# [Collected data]
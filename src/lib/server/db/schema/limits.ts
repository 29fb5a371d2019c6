import { integer, pgTable, text } from 'drizzle-orm/pg-core';
import { instant } from './columns';

/** Counted attempts (sign-in, public calls). Keys are hashes, so that no address or e-mail stands here in the clear. */
export const rateLimit = pgTable('rate_limit', {
  key: text('key').primaryKey(),
  points: integer('points').notNull().default(0),
  expire: instant('expire'),
});
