import { sql } from 'drizzle-orm';
import { check, pgPolicy, timestamp, uuid } from 'drizzle-orm/pg-core';
import { v7 } from 'uuid';

/** Ids sort by the time they were made, so that indexes grow at one end. */
export const id = () => uuid('id').notNull().$defaultFn(v7);

export const workshopId = () => uuid('workshop_id').notNull();

/** An instant; PostgreSQL keeps UTC, the application writes and reads offsets. */
export const instant = (name: string) => timestamp(name, { withTimezone: true, mode: 'date', precision: 3 });

/** The wall behind the queries: outside a workshop's transaction its rows do not exist. */
export const ofWorkshop = (table: string) =>
  pgPolicy(`${table}_of_workshop`, {
    for: 'all',
    using: sql`workshop_id = nineover_workshop()`,
    withCheck: sql`workshop_id = nineover_workshop()`,
  });

/** A check that a text column holds one of a closed set, from the array that the types come from. */
export const oneOf = (name: string, column: string, values: readonly string[]) =>
  check(name, sql.raw(`"${column}" in (${values.map((value) => `'${value}'`).join(', ')})`));
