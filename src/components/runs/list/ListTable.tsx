import type { Row } from '@tanstack/react-table';
import type { ReactElement, ReactNode } from 'react';
import { countWords } from '@/components/machines/words';
import { isPlainClick } from '@/components/ui/ListPages';
import { Tag } from '@/components/ui/Tag';
import type { Change as ChangeOf } from '@/components/ui/useAddressView';
import { paths } from '@/lib/paths';
import { COLUMNS, FALLING_FIRST, FIGURES } from './columns';
import type { ListRow } from './list-row';
import { type ListView, type Sort, writeView } from './list-view';

type Change = ChangeOf<ListView>;

interface HeadProps {
  readonly id: Sort;
  readonly word: string;
  readonly view: ListView;
  readonly change: Change;
}

/** A column's head: a link that sorts by it, and the other way round where it is sorted by already. */
function Head({ id, word, view, change }: HeadProps): ReactElement {
  const sorted = view.sort === id;
  const falling = sorted ? !view.falling : FALLING_FIRST.has(id);
  const order = view.falling ? 'descending' : 'ascending';
  return (
    <th scope="col" className={FIGURES.has(id) ? 'number' : undefined} aria-sort={sorted ? order : undefined}>
      <a
        href={`${paths.runs()}${writeView({ ...view, sort: id, falling, page: 1 })}`}
        className="inline-flex min-h-11 items-end gap-1 underline-offset-4 hover:underline aria-[current]:font-bold aria-[current]:text-ink"
        aria-current={sorted ? 'true' : undefined}
        onClick={(event) => {
          if (!isPlainClick(event)) return;
          event.preventDefault();
          change({ sort: id, falling });
        }}
      >
        {word}
        <span aria-hidden="true">{sorted ? (view.falling ? '↓' : '↑') : '\u00a0'}</span>
      </a>
    </th>
  );
}

const CELL = 'max-lg:flex max-lg:justify-between max-lg:gap-4 max-lg:border-b-0! max-lg:py-1! max-lg:pr-0!';

/** A cell with the name of its column in front of it, where rows are stacked. */
function Cell({
  word,
  figure = false,
  children,
}: {
  word: string;
  figure?: boolean;
  children: ReactNode;
}): ReactElement {
  return (
    <td className={`${figure ? 'number ' : ''}${CELL}`}>
      <span className="text-sm text-ink-soft lg:hidden" aria-hidden="true">
        {word}
      </span>
      {children}
    </td>
  );
}

function Trouble({ row }: { row: ListRow }): ReactElement {
  if (row.trouble !== 'differs')
    return <span className={row.trouble === 'unread' ? 'text-ink-soft' : ''}>{row.words}</span>;
  return (
    <span className="max-lg:text-right">
      <span className="mr-1.5 font-bold text-vermilion" aria-hidden="true">
        ×
      </span>
      {row.words}
    </span>
  );
}

function RunRow({ row }: { row: ListRow }): ReactElement {
  return (
    <tr className="max-lg:block max-lg:border-b max-lg:border-rule max-lg:pb-3">
      <th scope="row" className="number max-lg:block max-lg:border-b-0! max-lg:pb-0! max-lg:text-left!">
        <a href={row.href} className="link inline-flex min-h-11 items-center font-bold lg:min-h-0">
          <span className="lg:sr-only">Run&nbsp;</span>
          {row.number}
        </a>
      </th>
      <Cell word="Machine">
        <a href={row.machineHref} className="link">
          {row.machine}
        </a>
      </Cell>
      <Cell word="Title">
        <span className="max-lg:text-right">{row.title || <span className="text-ink-soft">none</span>}</span>
      </Cell>
      <Cell word="Tester">{row.tester}</Cell>
      <Cell word="Started">
        <span className="max-lg:text-right">
          <time dateTime={row.startedAt} title={row.startedAt}>
            {row.started}
          </time>
          {row.state === 'open' && (
            <span className="ml-2">
              <Tag>going on</Tag>
            </span>
          )}
        </span>
      </Cell>
      <Cell word="Turns" figure>
        {countWords(row.turns)}
      </Cell>
      <Cell word="Readings" figure>
        {countWords(row.readings)}
      </Cell>
      <Cell word="Trouble">
        <Trouble row={row} />
      </Cell>
    </tr>
  );
}

interface Props {
  readonly rows: readonly Row<ListRow>[];
  readonly view: ListView;
  readonly change: Change;
}

/** The table; on a narrow window each row is stacked, with the names of the columns in front of the cells. */
export function ListTable({ rows, view, change }: Props): ReactElement {
  return (
    <table className="record max-lg:block">
      <caption className="sr-only">Runs of the workshop</caption>
      <thead className="max-lg:block">
        <tr className="max-lg:flex max-lg:flex-wrap">
          {COLUMNS.map(({ id, header }) => (
            <Head key={id} id={id} word={header} view={view} change={change} />
          ))}
        </tr>
      </thead>
      <tbody className="max-lg:block">
        {rows.map(({ id, original }) => (
          <RunRow key={id} row={original} />
        ))}
      </tbody>
    </table>
  );
}
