import { requireMember } from '@/lib/server/auth/guard';
import { endpoint, json } from '@/lib/server/http';
import { finishRun } from '@/lib/server/store/run-log';
import { runSummary } from '@/lib/server/store/runs';

export const POST = endpoint(async ({ locals, params }) => {
  const member = requireMember(locals, 'run:log');
  const run = await member.inside(async (tx) => {
    await finishRun(tx, member, params.id);
    return runSummary(tx, member, params.id);
  });
  return json(run);
});
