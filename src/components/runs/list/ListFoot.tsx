import type { ReactElement } from 'react';
import { SelectField } from '@/components/ui/Field';
import { ListPages } from '@/components/ui/ListPages';
import type { Change } from '@/components/ui/useAddressView';
import { paths } from '@/lib/paths';
import { type ListView, readView, SIZES, writeView } from './list-view';

const PER_PAGE = SIZES.map((size) => ({ value: String(size), label: `${size} a page` }));

interface Props {
  readonly view: ListView;
  readonly pages: number;
  readonly change: Change<ListView>;
}

/** The pages of the list, and how many rows each has. */
export function ListFoot({ view, pages, change }: Props): ReactElement {
  return (
    <div className="flex flex-wrap items-end justify-between gap-4">
      <ListPages
        page={view.page}
        pages={pages}
        addressOf={(page) => `${paths.runs()}${writeView({ ...view, page })}`}
        onPage={(page) => change({ page })}
      />
      <SelectField
        label="Rows"
        id="find-size"
        required
        options={PER_PAGE}
        value={String(view.size)}
        onChange={({ target }) => change({ size: readView(`?size=${target.value}`).size })}
      />
    </div>
  );
}
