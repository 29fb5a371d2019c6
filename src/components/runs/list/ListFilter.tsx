import type { ReactElement } from 'react';
import { Field, SelectField } from '@/components/ui/Field';
import type { Change as ChangeOf } from '@/components/ui/useAddressView';
import { paths } from '@/lib/paths';
import { RUN_STATE_WORDS, RUN_STATES, TROUBLE_WORDS, TROUBLES } from './list-row';
import { type ListView, PLAIN_VIEW, readView } from './list-view';

type Change = ChangeOf<ListView>;

const STATES = [{ value: '', label: 'going on or finished' }].concat(
  RUN_STATES.map((state) => ({ value: state, label: RUN_STATE_WORDS[state] })),
);
const KINDS = [{ value: '', label: 'with or without' }].concat(
  TROUBLES.map((trouble) => ({ value: trouble, label: TROUBLE_WORDS[trouble] })),
);

interface Props {
  readonly view: ListView;
  readonly machines: readonly { readonly id: string; readonly name: string }[];
  readonly change: Change;
}

/** What the list is narrowed by. Enter sends the form where no script runs. */
export function ListFilter({ view, machines, change }: Props): ReactElement {
  return (
    <form
      method="get"
      action={paths.runs()}
      className="grid gap-4 sm:grid-cols-2 lg:grid-cols-4"
      onSubmit={(event) => event.preventDefault()}
    >
      {view.sort !== PLAIN_VIEW.sort && <input type="hidden" name="sort" value={view.sort} />}
      {view.falling !== PLAIN_VIEW.falling && <input type="hidden" name="order" value="rising" />}
      {view.sort !== PLAIN_VIEW.sort && view.falling && <input type="hidden" name="order" value="falling" />}
      <Field
        label="Find"
        id="find-run"
        required
        type="search"
        name="text"
        maxLength={80}
        placeholder="Number, title, tester"
        value={view.text}
        onChange={({ target }) => change({ text: target.value }, 'typing')}
      />
      <SelectField
        label="Machine"
        id="find-machine"
        required
        name="machine"
        options={[
          { value: '', label: 'every machine' },
          ...machines.map(({ id, name }) => ({ value: id, label: name })),
        ]}
        value={view.machine ?? ''}
        onChange={({ target }) => change({ machine: target.value || null })}
      />
      <SelectField
        label="State"
        id="find-state"
        required
        name="state"
        options={STATES}
        value={view.state ?? ''}
        onChange={({ target }) => change({ state: readView(`?state=${target.value}`).state })}
      />
      <SelectField
        label="Trouble"
        id="find-trouble"
        required
        name="trouble"
        options={KINDS}
        value={view.trouble ?? ''}
        onChange={({ target }) => change({ trouble: readView(`?trouble=${target.value}`).trouble })}
      />
    </form>
  );
}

# [TASK TO CARRY OUT]
Look for the word "current". Copy out every line of the data that has it.

# [ANSWER]
        className="inline-flex min-h-11 items-end gap-1 underline-offset-4 hover:underline aria-[current]:font-bold aria-[current]:text-ink"
        aria-current={sorted ? 'true' : undefined}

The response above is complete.